--- Data records Enclosed Below ---

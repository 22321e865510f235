// Deletes of records with dependants, against the real PostgreSQL: a molecule with polymorphs or studies is
// refused with the list; everything else goes to the trash with what it took along, and an owner restores it
// exactly (row for row). Nothing is lost silently.
import { sql } from 'kysely';
import { afterAll, beforeAll, describe, expect, it } from 'vitest';
import type { Db } from '../../src/lib/server/db/create-db';
import { DependentsError, ValidationError } from '../../src/lib/server/errors';
import { addDielectricEntry, chooseEpsilon, deleteDielectricEntry } from '../../src/lib/server/services/dielectric';
import { addMeasurement, deleteMeasurement } from '../../src/lib/server/services/measurements';
import { createMolecule, deleteMolecule } from '../../src/lib/server/services/molecules';
import { createPolymorph, deletePolymorph } from '../../src/lib/server/services/polymorphs';
import { addReruns, deleteRerun } from '../../src/lib/server/services/reruns';
import { listTrash, restoreFromTrash } from '../../src/lib/server/services/trash';
import { createStudy, deleteStudy, importPoints } from '../../src/lib/server/services/tuning';
import { deleteWorkspace } from '../../src/lib/server/services/workspaces';
import { createWorkspace } from '../../src/lib/server/repo/workspaces';
import { dielectricEntryInput, epsilonChoiceInput } from '../../src/lib/schemas/dielectric';
import { measurementInput } from '../../src/lib/schemas/measurement';
import { scanPointInput, studyInput } from '../../src/lib/schemas/tuning';
import { appDb, PASSWORD, teamFixture, WATER_XYZ } from './fixtures';
import { probe, signInCookie } from './http-helpers';

let db: Db;
let fx: Awaited<ReturnType<typeof teamFixture>>;
type A = { userId: string; workspaceId: string; role: 'owner' | 'editor' | 'viewer' };
let owner: A;
let editor: A;

beforeAll(async () => {
	db = appDb();
	fx = await teamFixture(db);
	owner = { userId: fx.owner.id, workspaceId: fx.ws, role: 'owner' };
	editor = { userId: fx.editor.id, workspaceId: fx.ws, role: 'editor' };
});
afterAll(async () => db?.destroy());

/** Every row of the given tables that belongs to the workspace, as text, for before/after comparison. */
async function dump(tables: string[]): Promise<Record<string, string[]>> {
	const out: Record<string, string[]> = {};
	for (const t of tables) {
		const r = await sql<{ x: string }>`select x::text as x from ${sql.table(t)} x where x.workspace_id = ${fx.ws} order by 1`.execute(db);
		out[t] = r.rows.map((row) => row.x);
	}
	return out;
}
const POLYMORPH_TABLES = ['polymorph', 'dielectric_entry', 'polymorph_epsilon', 'measurement', 'rerun_result', 'solid_estimate', 'bundle'];

async function trashEntry(entityId: string) {
	return db.selectFrom('deleted_record').selectAll().where('entity_id', '=', entityId).orderBy('deleted_at', 'desc').executeTakeFirstOrThrow();
}

const study = (name: string) => studyInput.parse({ name, engine: 'NWChem', basisSet: 'def2-SVP', alpha: 0.2 });
const scalar = (epsilon: number) => dielectricEntryInput.parse({ kind: 'scalar', frequency: 'electronic', epsilon, method: 'test', engine: '', reference: '', note: '' });

async function polymorphWithEverything(label: string) {
	const p = await createPolymorph(db, editor, fx.molecule.id, { label, spaceGroup: 'P1', a: 5, b: 6, c: 7, alphaDeg: 90, betaDeg: 90, gammaDeg: 90, z: 2, structureSource: 'test', notes: '' });
	const e1 = await addDielectricEntry(db, editor, p.id, scalar(3.2));
	await addDielectricEntry(db, editor, p.id, scalar(3.6));
	await chooseEpsilon(db, editor, p.id, epsilonChoiceInput.parse({ entryId: e1.id, reason: 'test choice' }));
	await addMeasurement(db, editor, p.id, measurementInput.parse({ ipEv: 5.1, uncertaintyEv: 0.1, method: 'UPS' }));
	await addReruns(db, editor, p.id, [{ epsilon: 3.2, alpha: 0.2, gammaBohrInv: 0.2, homoHartree: -0.2, lumoHartree: -0.1 }], 'typed');
	return p;
}

describe('molecule delete', () => {
	it('is refused while polymorphs or studies remain, listing them with counts and links, and stores nothing in the trash', async () => {
		const m = await createMolecule(db, editor, { name: `Blocked ${fx.tag}`, formula: '', netCharge: 0, multiplicity: 1, geometryXyz: WATER_XYZ, smiles: '', notes: '' });
		const p = await createPolymorph(db, editor, m.id, { label: 'form I', spaceGroup: 'P1', a: 5, b: 6, c: 7, alphaDeg: 90, betaDeg: 90, gammaDeg: 90, z: 2, structureSource: '', notes: '' });
		const s = await createStudy(db, editor, m.id, study('scan A'));
		let caught: unknown;
		try {
			await deleteMolecule(db, editor, m.id);
		} catch (e) {
			caught = e;
		}
		expect(caught).toBeInstanceOf(DependentsError);
		const d = caught as DependentsError;
		expect(d.message).toContain('1 polymorph and 1 tuning study');
		expect(d.dependents).toEqual(['polymorph form I', 'tuning study scan A']);
		expect(d.links).toEqual([
			{ label: 'polymorph form I', href: `/w/${fx.ws}/polymorphs/${p.id}` },
			{ label: 'tuning study scan A', href: `/w/${fx.ws}/studies/${s.id}` }
		]);
		expect(await db.selectFrom('deleted_record').select('id').where('entity_id', '=', m.id).execute()).toEqual([]);
		// Once its children are in the trash the molecule goes too; restoring a child first names the molecule.
		await deletePolymorph(db, editor, p.id);
		await deleteStudy(db, editor, s.id);
		await deleteMolecule(db, editor, m.id);
		const pt = await trashEntry(p.id);
		await expect(restoreFromTrash(db, owner, pt.id)).rejects.toThrow(`belongs to molecule Blocked ${fx.tag}, which is in the trash: restore that first`);
		await restoreFromTrash(db, owner, (await trashEntry(m.id)).id);
		await restoreFromTrash(db, owner, pt.id);
		await restoreFromTrash(db, owner, (await trashEntry(s.id)).id);
		expect(await db.selectFrom('polymorph').select('label').where('id', '=', p.id).executeTakeFirst()).toEqual({ label: 'form I' });
	});

	it('refuses through the API with 409 and the list of dependants', async () => {
		const cookie = await signInCookie(fx.editor.email, PASSWORD);
		const r = await probe(`/api/v1/workspaces/${fx.ws}/molecules/${fx.molecule.id}`, { method: 'DELETE', cookie });
		expect(r.status).toBe(409);
		const body = JSON.parse(r.body);
		expect(body.error.type).toBe('has_dependents');
		expect(body.error.dependents).toContain(`polymorph ${fx.polymorph.label}`);
	});
});

describe('polymorph delete', () => {
	it('moves the polymorph with its dielectric entries, epsilon choice, measurements, reruns and estimates to the trash; restore puts back every row', async () => {
		const p = await polymorphWithEverything(`trash-${fx.tag}`);
		const before = await dump(POLYMORPH_TABLES);
		await deletePolymorph(db, editor, p.id);
		const gone = await dump(POLYMORPH_TABLES);
		expect(gone.polymorph.length).toBe(before.polymorph.length - 1);
		expect(gone.dielectric_entry.length).toBe(before.dielectric_entry.length - 2);
		const t = await trashEntry(p.id);
		expect(t.contents).toContain('2 dielectric entries');
		expect(t.contents).toContain('1 epsilon-in-use choice');
		expect(t.contents).toContain('1 measurement');
		expect(t.contents).toContain('1 screened rerun result');
		expect(t.deleted_by).toBe(editor.userId);
		const listed = await listTrash(db, fx.ws);
		expect(listed.find((i) => i.id === t.id)).toMatchObject({ entity: 'polymorph', label: `trash-${fx.tag}`, parentHref: `/w/${fx.ws}/molecules/${fx.molecule.id}`, restoredAt: null });
		await restoreFromTrash(db, owner, t.id);
		expect(await dump(POLYMORPH_TABLES)).toEqual(before);
		await expect(restoreFromTrash(db, owner, t.id)).rejects.toThrow('already restored');
		const log = await db.selectFrom('activity').select(['action', 'summary']).where('entity_id', '=', p.id).orderBy('id').execute();
		expect(log.map((l) => l.action)).toEqual(expect.arrayContaining(['delete', 'restore']));
	});

	it('links bundle records back to the polymorph on restore (the delete had cleared them)', async () => {
		const p = await createPolymorph(db, editor, fx.molecule.id, { label: `bundled-${fx.tag}`, spaceGroup: 'P1', a: 5, b: 6, c: 7, alphaDeg: 90, betaDeg: 90, gammaDeg: 90, z: 2, structureSource: '', notes: '' });
		const bundles = await db.selectFrom('bundle').select('id').where('polymorph_id', '=', p.id).execute();
		const made = bundles.length
			? bundles
			: [
					{
						id: (
							await db
								.insertInto('bundle')
								.values({ workspace_id: fx.ws, molecule_id: fx.molecule.id, polymorph_id: p.id, kind: 'screened', request: JSON.stringify({}), file_name: 'b.zip', sha256: '0'.repeat(64), size_bytes: 1, file_count: 1 })
								.returning('id')
								.executeTakeFirstOrThrow()
						).id
					}
				];
		await deletePolymorph(db, editor, p.id);
		expect(await db.selectFrom('bundle').select('polymorph_id').where('id', '=', made[0].id).executeTakeFirstOrThrow()).toEqual({ polymorph_id: null });
		const t = await trashEntry(p.id);
		expect(t.contents).toContain('1 bundle record unlinked');
		await restoreFromTrash(db, owner, t.id);
		expect(await db.selectFrom('bundle').select('polymorph_id').where('id', '=', made[0].id).executeTakeFirstOrThrow()).toEqual({ polymorph_id: p.id });
	});

	it('only owners restore, through the trash page action', async () => {
		const p = await createPolymorph(db, editor, fx.molecule.id, { label: `page-${fx.tag}`, spaceGroup: 'P1', a: 5, b: 6, c: 7, alphaDeg: 90, betaDeg: 90, gammaDeg: 90, z: 2, structureSource: '', notes: '' });
		await deletePolymorph(db, editor, p.id);
		const t = await trashEntry(p.id);
		const body = () => new URLSearchParams({ id: t.id });
		const asEditor = await probe(`/w/${fx.ws}/trash?/restore`, { method: 'POST', action: true, cookie: await signInCookie(fx.editor.email, PASSWORD), body: body() });
		expect(asEditor.status).toBe(403);
		const page = await probe(`/w/${fx.ws}/trash`, { cookie: await signInCookie(fx.viewer.email, PASSWORD) });
		expect(page.status).toBe(200);
		expect(page.body).toContain(`page-${fx.tag}`);
		const asOwner = await probe(`/w/${fx.ws}/trash?/restore`, { method: 'POST', action: true, cookie: await signInCookie(fx.owner.email, PASSWORD), body: body() });
		expect(asOwner.type).toBe('success');
		expect(await db.selectFrom('polymorph').select('label').where('id', '=', p.id).executeTakeFirst()).toEqual({ label: `page-${fx.tag}` });
	});
});

describe('tuning study delete', () => {
	it('takes its scan points to the trash; a restored study stays non-current when another became current', async () => {
		const s = await createStudy(db, editor, fx.molecule.id, study(`study-${fx.tag}`));
		const points = [0.1, 0.2, 0.3, 0.4, 0.5].map((g) => scanPointInput.parse({ gammaBohrInv: g, eNeutralHartree: -76 - g, eCationHartree: -75.6 - g * 0.9, eAnionHartree: -75.9 - g * 1.1, homoNeutralHartree: -0.3 - g * 0.2, lumoNeutralHartree: 0.05, homoAnionHartree: -0.05 - g * 0.1 }));
		await importPoints(db, editor, s.id, points);
		const nPoints = (await db.selectFrom('scan_point').select('id').where('study_id', '=', s.id).execute()).length;
		expect(nPoints).toBe(5);
		// Make it current the direct way (saving an analysis is the tuning feature's business).
		await db.updateTable('tuning_study').set({ is_current: true }).where('id', '=', s.id).execute();
		await deleteStudy(db, editor, s.id);
		expect(await db.selectFrom('scan_point').select('id').where('study_id', '=', s.id).execute()).toEqual([]);
		const t = await trashEntry(s.id);
		expect(t.contents).toContain('5 scan points');
		const other = await createStudy(db, editor, fx.molecule.id, study(`other-${fx.tag}`));
		await db.updateTable('tuning_study').set({ is_current: true }).where('id', '=', other.id).execute();
		const r = await restoreFromTrash(db, owner, t.id);
		expect(r.notes[0]).toContain(`other-${fx.tag} is the molecule's current study now`);
		expect(await db.selectFrom('tuning_study').select('is_current').where('id', '=', s.id).executeTakeFirstOrThrow()).toEqual({ is_current: false });
		expect((await db.selectFrom('scan_point').select('id').where('study_id', '=', s.id).execute()).length).toBe(5);
	});
});

describe('leaf records (dielectric entries, measurements, rerun results)', () => {
	it('go to the trash one by one and come back; the epsilon in use is refused with its reason', async () => {
		const p = await polymorphWithEverything(`leaves-${fx.tag}`);
		const entries = await db.selectFrom('dielectric_entry').select('id').where('polymorph_id', '=', p.id).orderBy('epsilon').execute();
		await expect(deleteDielectricEntry(db, editor, p.id, entries[0].id)).rejects.toThrow('epsilon in use');
		const before = await dump(POLYMORPH_TABLES);
		await deleteDielectricEntry(db, editor, p.id, entries[1].id);
		const m = await db.selectFrom('measurement').select('id').where('polymorph_id', '=', p.id).executeTakeFirstOrThrow();
		await deleteMeasurement(db, editor, p.id, m.id);
		const rr = await db.selectFrom('rerun_result').select('id').where('polymorph_id', '=', p.id).executeTakeFirstOrThrow();
		await deleteRerun(db, editor, p.id, rr.id);
		const trashed = await Promise.all([entries[1].id, m.id, rr.id].map(trashEntry));
		expect(trashed.map((t) => t.entity_type)).toEqual(['dielectric entry', 'measurement', 'rerun result']);
		expect(trashed.map((t) => t.parent_href)).toEqual([`/w/${fx.ws}/polymorphs/${p.id}`, `/w/${fx.ws}/polymorphs/${p.id}/levels`, `/w/${fx.ws}/polymorphs/${p.id}/levels`]);
		const log = await db.selectFrom('activity').select('summary').where('entity_id', '=', p.id).execute();
		expect(log.map((l) => l.summary)).toEqual(expect.arrayContaining([expect.stringContaining('screened rerun'), expect.stringContaining('UPS measurement')]));
		for (const t of trashed) await restoreFromTrash(db, owner, t.id);
		expect(await dump(POLYMORPH_TABLES)).toEqual(before);
	});

	it('a leaf whose polymorph is in the trash names the polymorph to restore first', async () => {
		const p = await polymorphWithEverything(`orphan-${fx.tag}`);
		const m = await db.selectFrom('measurement').select('id').where('polymorph_id', '=', p.id).executeTakeFirstOrThrow();
		await deleteMeasurement(db, editor, p.id, m.id);
		await deletePolymorph(db, editor, p.id);
		const err = await restoreFromTrash(db, owner, (await trashEntry(m.id)).id).catch((e) => e);
		expect(err).toBeInstanceOf(ValidationError);
		expect(err.message).toBe(`measurement UPS measurement of orphan-${fx.tag} belongs to polymorph orphan-${fx.tag}, which is in the trash: restore that first`);
	});

	it('a record of another workspace is not found', async () => {
		const p = await createPolymorph(db, editor, fx.molecule.id, { label: `foreign-${fx.tag}`, spaceGroup: 'P1', a: 5, b: 6, c: 7, alphaDeg: 90, betaDeg: 90, gammaDeg: 90, z: 2, structureSource: '', notes: '' });
		await deletePolymorph(db, editor, p.id);
		const outsider = { userId: fx.outsider.id, workspaceId: fx.outsider.personal, role: 'owner' as const };
		await expect(restoreFromTrash(db, outsider, (await trashEntry(p.id)).id)).rejects.toThrow('not found');
	});
});

describe('workspace delete', () => {
	it('deletes a workspace with molecules, studies and polymorphs once its name is typed (the one delete without a trash)', async () => {
		const ws = await createWorkspace(db, `Doomed ${fx.tag}`, fx.owner.id);
		const a = { userId: fx.owner.id, workspaceId: ws, role: 'owner' as const };
		const m = await createMolecule(db, a, { name: 'M', formula: '', netCharge: 0, multiplicity: 1, geometryXyz: WATER_XYZ, smiles: '', notes: '' });
		await createPolymorph(db, a, m.id, { label: 'P', spaceGroup: 'P1', a: 5, b: 6, c: 7, alphaDeg: 90, betaDeg: 90, gammaDeg: 90, z: 2, structureSource: '', notes: '' });
		await createStudy(db, a, m.id, study('S'));
		await expect(deleteWorkspace(db, a, 'wrong name')).rejects.toThrow('to confirm');
		await deleteWorkspace(db, a, `Doomed ${fx.tag}`);
		expect(await db.selectFrom('workspace').select('id').where('id', '=', ws).execute()).toEqual([]);
	});
});
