// Screened rerun read-back: a real NWChem output (NWChem 7.0.2, SO2, aug-cc-pVDZ, alpha 0.2,
// gamma 0.3, epsilon 3; see src/lib/formats/decks/fixtures/README.md) uploaded as a bundle zip.
import JSZip from 'jszip';
import { afterAll, beforeAll, describe, expect, it } from 'vitest';
import screenedDeck from '../../src/lib/formats/decks/fixtures/so2_g0p3000_e3p0000.nw?raw';
import screenedOut from '../../src/lib/formats/decks/fixtures/so2_g0p3000_e3p0000.out?raw';
import { readNwchemOutput } from '../../src/lib/formats/decks/nwchem-output';
import type { Db } from '../../src/lib/server/db/create-db';
import { ValidationError } from '../../src/lib/server/errors';
import { ingestReruns, listReruns } from '../../src/lib/server/services/reruns';
import { appDb, teamFixture } from './fixtures';

let db: Db;
let fx: Awaited<ReturnType<typeof teamFixture>>;
beforeAll(async () => {
	db = appDb();
	fx = await teamFixture(db);
});
afterAll(async () => db?.destroy());

describe('screened rerun read-back', () => {
	it('stores the HOMO and LUMO the engine printed, from a single output file', async () => {
		const actor = { userId: fx.editor.id, workspaceId: fx.ws, role: 'editor' as const };
		const expected = readNwchemOutput(screenedOut).tasks[0];
		const r = await ingestReruns(db, actor, fx.polymorph.id, 'screened/eps3p000/so2_g0p3000_e3p0000.out', new TextEncoder().encode(screenedOut));
		expect(r.stored).toHaveLength(1);
		expect(r.stored[0].epsilon).toBeCloseTo(3, 3);
		expect(r.stored[0].homoHartree).toBe(expected.homoHartree);
		// IP_s = -eps_HOMO in eV (CODATA 2018 hartree)
		expect(r.stored[0].ipEv).toBeCloseTo(-expected.homoHartree! * 27.211386245988, 9);
		expect((await listReruns(db, fx.ws, fx.polymorph.id)).some((x) => x.id === r.stored[0].id)).toBe(true);
	});

	it('refuses an archive with a path-traversal entry and stores nothing', async () => {
		const actor = { userId: fx.editor.id, workspaceId: fx.ws, role: 'editor' as const };
		const before = (await listReruns(db, fx.ws, fx.polymorph.id)).length;
		const zip = new JSZip();
		zip.file('screened/eps3p000/deck.nw', screenedDeck);
		zip.file('../../etc/evil.out', screenedOut);
		const bytes = await zip.generateAsync({ type: 'uint8array' });
		const err = await ingestReruns(db, actor, fx.polymorph.id, 'outputs.zip', bytes).catch((e) => e);
		expect(err).toBeInstanceOf(ValidationError);
		expect(err.message).toMatch(/"\.\.".*outside the extraction folder/);
		expect((await listReruns(db, fx.ws, fx.polymorph.id)).length).toBe(before);
	});

	it('says why when an upload holds no screened result', async () => {
		const actor = { userId: fx.editor.id, workspaceId: fx.ws, role: 'editor' as const };
		await expect(ingestReruns(db, actor, fx.polymorph.id, 'notes.out', new TextEncoder().encode('hello'))).rejects.toThrow(/no screened rerun result found in notes\.out/);
	});
});
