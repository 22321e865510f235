import type { Kysely } from 'kysely';

// Delivery record of invitation e-mails: how many sends were tried, when the last one was, and the
// error it gave (null after a success), so owners see unsent invitations and can send them again.
export async function up(db: Kysely<any>): Promise<void> {
	await db.schema
		.alterTable('invitation')
		.addColumn('send_attempts', 'integer', (c) => c.notNull().defaultTo(0))
		.addColumn('last_attempt_at', 'timestamptz')
		.addColumn('last_send_error', 'text')
		.execute();
}

export async function down(db: Kysely<any>): Promise<void> {
	await db.schema.alterTable('invitation').dropColumn('send_attempts').dropColumn('last_attempt_at').dropColumn('last_send_error').execute();
}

--- End of Enclosed Data records ---

Exercise details => Find the count of lines in the data above where the word "addReruns" occurs, and write down only that count.

Solution for this task => 2